**Exercise prompt**
Starting at the top of the entries below, set down every line exactly, please, until you reach the line with "const NOW = new", which is included too.
(Beginning of Information provided)
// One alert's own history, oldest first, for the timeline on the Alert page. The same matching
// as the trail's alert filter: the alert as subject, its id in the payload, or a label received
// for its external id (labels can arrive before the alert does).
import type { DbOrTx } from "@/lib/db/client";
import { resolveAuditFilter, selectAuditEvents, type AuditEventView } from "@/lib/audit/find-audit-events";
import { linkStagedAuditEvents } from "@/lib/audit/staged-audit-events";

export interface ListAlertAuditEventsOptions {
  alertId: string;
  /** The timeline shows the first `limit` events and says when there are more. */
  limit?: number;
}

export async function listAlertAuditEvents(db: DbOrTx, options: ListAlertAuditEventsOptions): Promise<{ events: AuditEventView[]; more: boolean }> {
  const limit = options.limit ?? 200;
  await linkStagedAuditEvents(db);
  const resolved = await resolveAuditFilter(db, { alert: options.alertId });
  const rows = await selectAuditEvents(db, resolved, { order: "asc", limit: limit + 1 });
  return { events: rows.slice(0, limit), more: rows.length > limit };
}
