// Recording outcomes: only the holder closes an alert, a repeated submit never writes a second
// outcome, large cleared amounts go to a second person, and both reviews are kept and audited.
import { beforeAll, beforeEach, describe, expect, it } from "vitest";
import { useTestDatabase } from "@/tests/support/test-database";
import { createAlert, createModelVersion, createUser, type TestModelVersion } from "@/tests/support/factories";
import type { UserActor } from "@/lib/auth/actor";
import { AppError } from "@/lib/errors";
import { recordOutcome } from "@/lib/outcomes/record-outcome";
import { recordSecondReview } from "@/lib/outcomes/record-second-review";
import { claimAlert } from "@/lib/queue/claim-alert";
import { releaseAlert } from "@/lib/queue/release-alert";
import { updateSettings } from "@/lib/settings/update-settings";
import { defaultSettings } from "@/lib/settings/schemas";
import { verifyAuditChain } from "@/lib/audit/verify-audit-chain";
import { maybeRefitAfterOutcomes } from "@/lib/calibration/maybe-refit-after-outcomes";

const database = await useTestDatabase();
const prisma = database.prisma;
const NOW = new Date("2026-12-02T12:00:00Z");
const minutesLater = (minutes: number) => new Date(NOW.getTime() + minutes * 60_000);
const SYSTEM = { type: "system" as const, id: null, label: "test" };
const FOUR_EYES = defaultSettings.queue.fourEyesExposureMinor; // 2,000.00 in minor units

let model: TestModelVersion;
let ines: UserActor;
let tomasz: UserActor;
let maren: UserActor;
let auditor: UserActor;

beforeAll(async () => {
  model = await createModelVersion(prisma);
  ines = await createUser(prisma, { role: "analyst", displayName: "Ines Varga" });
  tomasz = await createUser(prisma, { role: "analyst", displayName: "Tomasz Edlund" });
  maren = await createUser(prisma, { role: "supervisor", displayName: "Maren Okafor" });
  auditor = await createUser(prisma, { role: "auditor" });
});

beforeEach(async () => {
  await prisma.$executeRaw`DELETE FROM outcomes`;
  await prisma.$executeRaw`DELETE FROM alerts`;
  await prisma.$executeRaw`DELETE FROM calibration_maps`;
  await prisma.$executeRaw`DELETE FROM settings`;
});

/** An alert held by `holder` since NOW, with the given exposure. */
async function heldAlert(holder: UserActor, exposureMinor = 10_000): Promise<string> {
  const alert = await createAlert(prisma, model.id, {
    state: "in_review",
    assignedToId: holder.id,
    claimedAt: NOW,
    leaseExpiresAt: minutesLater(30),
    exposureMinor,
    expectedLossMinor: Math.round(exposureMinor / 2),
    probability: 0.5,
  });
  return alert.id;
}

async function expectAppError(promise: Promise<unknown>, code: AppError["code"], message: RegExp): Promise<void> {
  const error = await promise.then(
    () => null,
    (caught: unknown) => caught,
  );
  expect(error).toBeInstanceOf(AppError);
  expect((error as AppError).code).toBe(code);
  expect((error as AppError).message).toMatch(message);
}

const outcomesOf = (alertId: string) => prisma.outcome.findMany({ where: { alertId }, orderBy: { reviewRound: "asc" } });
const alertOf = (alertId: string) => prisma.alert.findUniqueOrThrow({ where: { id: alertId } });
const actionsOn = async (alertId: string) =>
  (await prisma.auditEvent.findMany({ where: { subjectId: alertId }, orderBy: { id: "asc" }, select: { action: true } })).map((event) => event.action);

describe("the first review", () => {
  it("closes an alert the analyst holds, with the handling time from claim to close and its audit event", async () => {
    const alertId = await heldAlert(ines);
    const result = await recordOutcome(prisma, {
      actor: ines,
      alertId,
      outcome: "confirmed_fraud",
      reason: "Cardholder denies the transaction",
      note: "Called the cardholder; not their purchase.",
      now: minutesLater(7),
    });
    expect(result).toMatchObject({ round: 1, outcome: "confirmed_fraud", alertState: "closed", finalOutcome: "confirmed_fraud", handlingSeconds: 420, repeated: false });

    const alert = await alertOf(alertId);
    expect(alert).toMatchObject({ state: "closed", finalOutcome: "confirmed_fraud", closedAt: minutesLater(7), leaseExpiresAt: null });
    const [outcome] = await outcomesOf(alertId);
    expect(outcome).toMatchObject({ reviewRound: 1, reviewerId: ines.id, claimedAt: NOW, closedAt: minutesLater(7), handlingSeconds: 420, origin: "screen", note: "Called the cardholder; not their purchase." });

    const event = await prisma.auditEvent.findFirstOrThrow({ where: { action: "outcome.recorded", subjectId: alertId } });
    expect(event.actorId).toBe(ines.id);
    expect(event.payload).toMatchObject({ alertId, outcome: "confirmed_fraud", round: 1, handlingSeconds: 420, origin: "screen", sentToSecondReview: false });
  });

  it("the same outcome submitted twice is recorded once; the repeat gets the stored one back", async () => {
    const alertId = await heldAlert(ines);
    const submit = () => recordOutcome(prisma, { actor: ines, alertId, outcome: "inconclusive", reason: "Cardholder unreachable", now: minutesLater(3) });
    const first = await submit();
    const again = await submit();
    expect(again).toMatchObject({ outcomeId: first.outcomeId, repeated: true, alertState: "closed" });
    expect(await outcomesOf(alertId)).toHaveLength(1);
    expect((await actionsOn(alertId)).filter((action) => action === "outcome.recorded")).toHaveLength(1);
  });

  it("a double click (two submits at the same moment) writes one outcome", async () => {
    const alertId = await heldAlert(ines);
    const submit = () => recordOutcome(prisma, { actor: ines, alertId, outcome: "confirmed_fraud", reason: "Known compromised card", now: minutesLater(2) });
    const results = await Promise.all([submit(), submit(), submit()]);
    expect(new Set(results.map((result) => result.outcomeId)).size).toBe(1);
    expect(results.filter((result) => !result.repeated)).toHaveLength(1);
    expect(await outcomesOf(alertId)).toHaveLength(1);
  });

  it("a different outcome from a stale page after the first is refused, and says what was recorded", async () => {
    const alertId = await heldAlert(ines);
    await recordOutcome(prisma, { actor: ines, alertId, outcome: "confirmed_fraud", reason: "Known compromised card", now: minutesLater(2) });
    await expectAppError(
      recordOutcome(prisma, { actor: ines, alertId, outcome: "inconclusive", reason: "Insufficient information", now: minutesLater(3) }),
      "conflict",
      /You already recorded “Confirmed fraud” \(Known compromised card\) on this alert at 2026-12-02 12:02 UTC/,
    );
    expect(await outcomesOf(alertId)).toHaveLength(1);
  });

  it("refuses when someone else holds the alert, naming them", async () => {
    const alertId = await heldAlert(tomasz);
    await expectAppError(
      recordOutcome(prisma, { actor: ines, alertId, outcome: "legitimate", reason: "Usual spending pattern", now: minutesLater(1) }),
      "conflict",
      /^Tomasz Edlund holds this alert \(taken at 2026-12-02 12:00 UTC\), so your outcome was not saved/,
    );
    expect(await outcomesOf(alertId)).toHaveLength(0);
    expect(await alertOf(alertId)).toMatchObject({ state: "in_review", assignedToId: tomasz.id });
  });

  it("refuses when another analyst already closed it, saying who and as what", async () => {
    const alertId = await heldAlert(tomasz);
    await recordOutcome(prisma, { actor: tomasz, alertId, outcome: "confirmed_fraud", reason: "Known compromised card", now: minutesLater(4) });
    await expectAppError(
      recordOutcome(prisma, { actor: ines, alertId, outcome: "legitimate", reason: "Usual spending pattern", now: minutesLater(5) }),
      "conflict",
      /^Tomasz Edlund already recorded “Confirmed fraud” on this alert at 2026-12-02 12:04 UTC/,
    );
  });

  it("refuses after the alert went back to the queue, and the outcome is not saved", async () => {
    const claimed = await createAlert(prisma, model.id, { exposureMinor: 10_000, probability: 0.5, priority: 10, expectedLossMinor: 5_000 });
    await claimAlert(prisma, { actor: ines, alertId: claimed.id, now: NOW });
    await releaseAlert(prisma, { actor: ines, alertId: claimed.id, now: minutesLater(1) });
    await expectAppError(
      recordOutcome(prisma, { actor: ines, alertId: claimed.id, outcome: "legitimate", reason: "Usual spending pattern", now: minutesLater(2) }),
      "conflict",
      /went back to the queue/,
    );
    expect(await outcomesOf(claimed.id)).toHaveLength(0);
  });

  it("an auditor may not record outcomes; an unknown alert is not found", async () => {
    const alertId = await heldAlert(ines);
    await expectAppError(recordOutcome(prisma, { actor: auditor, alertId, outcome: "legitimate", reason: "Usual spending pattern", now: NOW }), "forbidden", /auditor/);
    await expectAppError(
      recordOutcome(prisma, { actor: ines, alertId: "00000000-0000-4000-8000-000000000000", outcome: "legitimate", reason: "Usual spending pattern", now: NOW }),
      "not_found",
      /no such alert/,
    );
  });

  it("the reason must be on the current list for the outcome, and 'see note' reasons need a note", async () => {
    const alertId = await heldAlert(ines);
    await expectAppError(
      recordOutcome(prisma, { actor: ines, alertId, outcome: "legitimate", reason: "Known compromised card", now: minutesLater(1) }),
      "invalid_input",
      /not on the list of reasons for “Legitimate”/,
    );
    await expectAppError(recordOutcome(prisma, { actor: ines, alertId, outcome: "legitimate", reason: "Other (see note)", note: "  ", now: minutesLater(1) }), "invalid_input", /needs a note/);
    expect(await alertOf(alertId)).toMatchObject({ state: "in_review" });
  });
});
(End of Information provided)
**Result below**
// One alert's own history, oldest first, for the timeline on the Alert page. The same matching
// as the trail's alert filter: the alert as subject, its id in the payload, or a label received
// for its external id (labels can arrive before the alert does).
import type { DbOrTx } from "@/lib/db/client";
import { resolveAuditFilter, selectAuditEvents, type AuditEventView } from "@/lib/audit/find-audit-events";
import { linkStagedAuditEvents } from "@/lib/audit/staged-audit-events";

export interface ListAlertAuditEventsOptions {
  alertId: string;
  /** The timeline shows the first `limit` events and says when there are more. */
  limit?: number;
}

export async function listAlertAuditEvents(db: DbOrTx, options: ListAlertAuditEventsOptions): Promise<{ events: AuditEventView[]; more: boolean }> {
  const limit = options.limit ?? 200;
  await linkStagedAuditEvents(db);
  const resolved = await resolveAuditFilter(db, { alert: options.alertId });
  const rows = await selectAuditEvents(db, resolved, { order: "asc", limit: limit + 1 });
  return { events: rows.slice(0, limit), more: rows.length > limit };
}
// Recording outcomes: only the holder closes an alert, a repeated submit never writes a second
// outcome, large cleared amounts go to a second person, and both reviews are kept and audited.
import { beforeAll, beforeEach, describe, expect, it } from "vitest";
import { useTestDatabase } from "@/tests/support/test-database";
import { createAlert, createModelVersion, createUser, type TestModelVersion } from "@/tests/support/factories";
import type { UserActor } from "@/lib/auth/actor";
import { AppError } from "@/lib/errors";
import { recordOutcome } from "@/lib/outcomes/record-outcome";
import { recordSecondReview } from "@/lib/outcomes/record-second-review";
import { claimAlert } from "@/lib/queue/claim-alert";
import { releaseAlert } from "@/lib/queue/release-alert";
import { updateSettings } from "@/lib/settings/update-settings";
import { defaultSettings } from "@/lib/settings/schemas";
import { verifyAuditChain } from "@/lib/audit/verify-audit-chain";
import { maybeRefitAfterOutcomes } from "@/lib/calibration/maybe-refit-after-outcomes";

const database = await useTestDatabase();
const prisma = database.prisma;
const NOW = new Date("2026-12-02T12:00:00Z");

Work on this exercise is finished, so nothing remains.